Виктор Точинов
Резервная столица. Малой кровью
Пролог. Последний день високосного года
(31 декабря 1940 года)
Эпизод 1. Утро. Волк-одиночка
Вечером и в начале ночи прошел снег, причем такой, что лучше и не придумаешь, — до полуночи выпало немного, пальца на полтора, а потом снегопад прекратился. Все старые отметины, испещрявшие белое покрывало, исчезли, остались лишь следы этой ночи, и можно было по ним прочитать, словно в книге, что происходило недавно в степи, и на курганах, и в уреме безымянного ручья, сбегавшего к Волге: зимняя заснеженная степь только днем кажется безжизненной, сколько в нее ни всматривайся, не увидишь никакого движения, — а ночью здесь жизнь кипит.

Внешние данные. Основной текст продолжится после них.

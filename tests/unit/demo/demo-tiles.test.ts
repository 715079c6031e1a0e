/**
 * Reads the demo region's map extract (public/tiles/demo-region.pmtiles) back with the `pmtiles` reader and
 * decodes its tiles with @mapbox/vector-tile. The archive is built by `npx tsx scripts/build-demo-region.ts`
 * (run it before the unit tests, like scripts/build-tiles.ts for the world); a missing archive is a failure.
 */
import { existsSync } from "node:fs";
import { open, type FileHandle } from "node:fs/promises";
import { gunzipSync } from "node:zlib";
import { VectorTile } from "@mapbox/vector-tile";
import { PbfReader } from "pbf";
import { Compression, PMTiles, type Source } from "pmtiles";
import { afterAll, beforeAll, describe, expect, it } from "vitest";
import { ISLAND_CENTRE, lakes, PLACES, toLonLat } from "@/db/demo/region";
import { inRing } from "./demo-helpers";

const ARCHIVE = "public/tiles/demo-region.pmtiles";

class FileHandleSource implements Source {
  constructor(private readonly handle: FileHandle) {}
  getKey(): string {
    return ARCHIVE;
  }
  async getBytes(offset: number, length: number): Promise<{ data: ArrayBuffer }> {
    const buf = Buffer.alloc(length);
    const { bytesRead } = await this.handle.read(buf, 0, length, offset);
    return { data: buf.buffer.slice(buf.byteOffset, buf.byteOffset + bytesRead) };
  }
}

async function decompress(buf: ArrayBuffer, compression: Compression): Promise<ArrayBuffer> {
  if (compression === Compression.None) return buf;
  if (compression !== Compression.Gzip) throw new Error(`unexpected compression ${compression}`);
  const out = gunzipSync(Buffer.from(buf));
  return out.buffer.slice(out.byteOffset, out.byteOffset + out.byteLength);
}

let handle: FileHandle;
let archive: PMTiles;

beforeAll(async () => {
  if (!existsSync(ARCHIVE)) throw new Error(`${ARCHIVE} is missing: build it with \`npx tsx scripts/build-demo-region.ts\``);
  handle = await open(ARCHIVE, "r");
  archive = new PMTiles(new FileHandleSource(handle), undefined, decompress);
});

afterAll(async () => {
  await handle?.close();
});

/** The web-mercator tile containing a position (the standard slippy-map tile formula). */
function tileAt(lon: number, lat: number, z: number): [number, number] {
  const n = 2 ** z;
  const sin = Math.sin((lat * Math.PI) / 180);
  return [Math.floor(((lon + 180) / 360) * n), Math.floor((0.5 - (0.25 * Math.log((1 + sin) / (1 - sin))) / Math.PI) * n)];
}

async function tile(lon: number, lat: number, z: number): Promise<{ vt: VectorTile; x: number; y: number } | undefined> {
  const [x, y] = tileAt(lon, lat, z);
  const t = await archive.getZxy(z, x, y);
  return t ? { vt: new VectorTile(new PbfReader(new Uint8Array(t.data))), x, y } : undefined;
}

/** Whether a polygon layer of the tile covering (lon, lat) contains that point. */
async function covers(layerName: string, lon: number, lat: number, z: number): Promise<boolean> {
  const t = await tile(lon, lat, z);
  const layer = t?.vt.layers[layerName];
  if (!t || !layer) return false;
  for (let i = 0; i < layer.length; i++) {
    const g = layer.feature(i).toGeoJSON(t.x, t.y, z).geometry;
    const polygons = g.type === "Polygon" ? [g.coordinates] : g.type === "MultiPolygon" ? g.coordinates : [];
    for (const [outer, ...holes] of polygons) if (outer && inRing(lon, lat, outer) && !holes.some((h) => inRing(lon, lat, h))) return true;
  }
  return false;
}

describe("demo-region.pmtiles", () => {
  it("is a PMTiles v3 archive of gzip MVT tiles at z0–12 bounding the island", async () => {
    const h = await archive.getHeader();
    expect(h.specVersion).toBe(3);
    expect(h.tileType).toBe(1);
    expect(h.tileCompression).toBe(Compression.Gzip);
    expect([h.minZoom, h.maxZoom]).toEqual([0, 12]);
    expect(h.minLon).toBeLessThan(ISLAND_CENTRE.lon);
    expect(h.maxLon).toBeGreaterThan(ISLAND_CENTRE.lon);
    expect(h.maxLon - h.minLon).toBeLessThan(1.2);
    expect(h.maxLat - h.minLat).toBeLessThan(0.6);
  });

  it("has the world archive's layer names except boundary, and says the region is invented", async () => {
    const meta = (await archive.getMetadata()) as { vector_layers: { id: string }[]; attribution: string };
    expect(meta.vector_layers.map((l) => l.id)).toEqual(["land", "water", "place"]);
    expect(meta.attribution).toMatch(/invented/i);
  });

  it("has land at the island's centre at every zoom, and sea just off it", async () => {
    for (const z of [0, 4, 8, 10, 12]) expect(await covers("land", ISLAND_CENTRE.lon, ISLAND_CENTRE.lat, z), `z${z}`).toBe(true);
    expect(await covers("land", ISLAND_CENTRE.lon + 1, ISLAND_CENTRE.lat, 8)).toBe(false);
  });

  it("draws Marrow Water as water, cut out of the land", async () => {
    const ring = lakes()[0]?.ring ?? [];
    const lon = ring.reduce((s, p) => s + p[0], 0) / ring.length;
    const lat = ring.reduce((s, p) => s + p[1], 0) / ring.length;
    expect(await covers("water", lon, lat, 12)).toBe(true);
    expect(await covers("land", lon, lat, 12)).toBe(false);
  });

  it("labels every invented place at z12 with the world archive's properties", async () => {
    for (const p of PLACES) {
      const [lon, lat] = toLonLat(p.eastM, p.northM);
      const layer = (await tile(lon, lat, 12))?.vt.layers.place;
      const props = Array.from({ length: layer?.length ?? 0 }, (_, i) => layer?.feature(i).properties);
      expect(props, p.name).toContainEqual(expect.objectContaining({ name: p.name, kind: p.kind, pop: p.pop, capital: 0 }));
      expect(props.every((q) => typeof q?.minzoom === "number")).toBe(true);
    }
  });
});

Разумеется, надо уметь читать эту снежную книгу. Выросшему в городе человеку не понять письмена, раскинувшиеся на бескрайней белой странице. Но Бикхан вырос в степи и мог, не затруднившись, рассказать обо всём, что происходило здесь под покровом темноты.
Вот тут, например, лиса (не степной корсак, судя по размеру отпечатков лап, а самая настоящая огневка) охотилась на мышь-полевку. Бикхан чуть ли не зримо видел, как лисица застывала, чутко улавливая доносящиеся из-под снежного покрова еле слышные звуки, — а потом стремглав бросалась раскапывать снег передними лапами, и лишь четвертая попытка стала удачной: в том месте крохотное, едва различимое пятнышко крови свидетельствовало о незавидной судьбе полевки.
Лисьи следы порадовали Бикхана. Огневка не корсак, у нее куда более ценный мех, и платят за шкурку... он попытался вспомнить цифру из прейскуранта, вывешенного в приемном пункте потребкооперации, затем резко оборвал мысли: так думать о шкуре не пойманного зверя — примета самая дурная, живо спугнешь удачу. Вот когда будет рыжая лисья шубка сушиться, натянутая на распялку, тогда и вспоминай расценки.
И он вернулся к разглядыванию следов: вот эти, сгруппированные по четыре, оставил уже под утро заяц, — скакал неторопливо, возвращаясь с жировки, наевшись в уреме коры и молодых побегов; а сейчас тот заяц залег на дневку где-то невдалеке, под прикрытием кустика или снежного увала, — и можно без особого труда разыскать лежку по следу, да только без ружья нет никакого резона зря тревожить косого.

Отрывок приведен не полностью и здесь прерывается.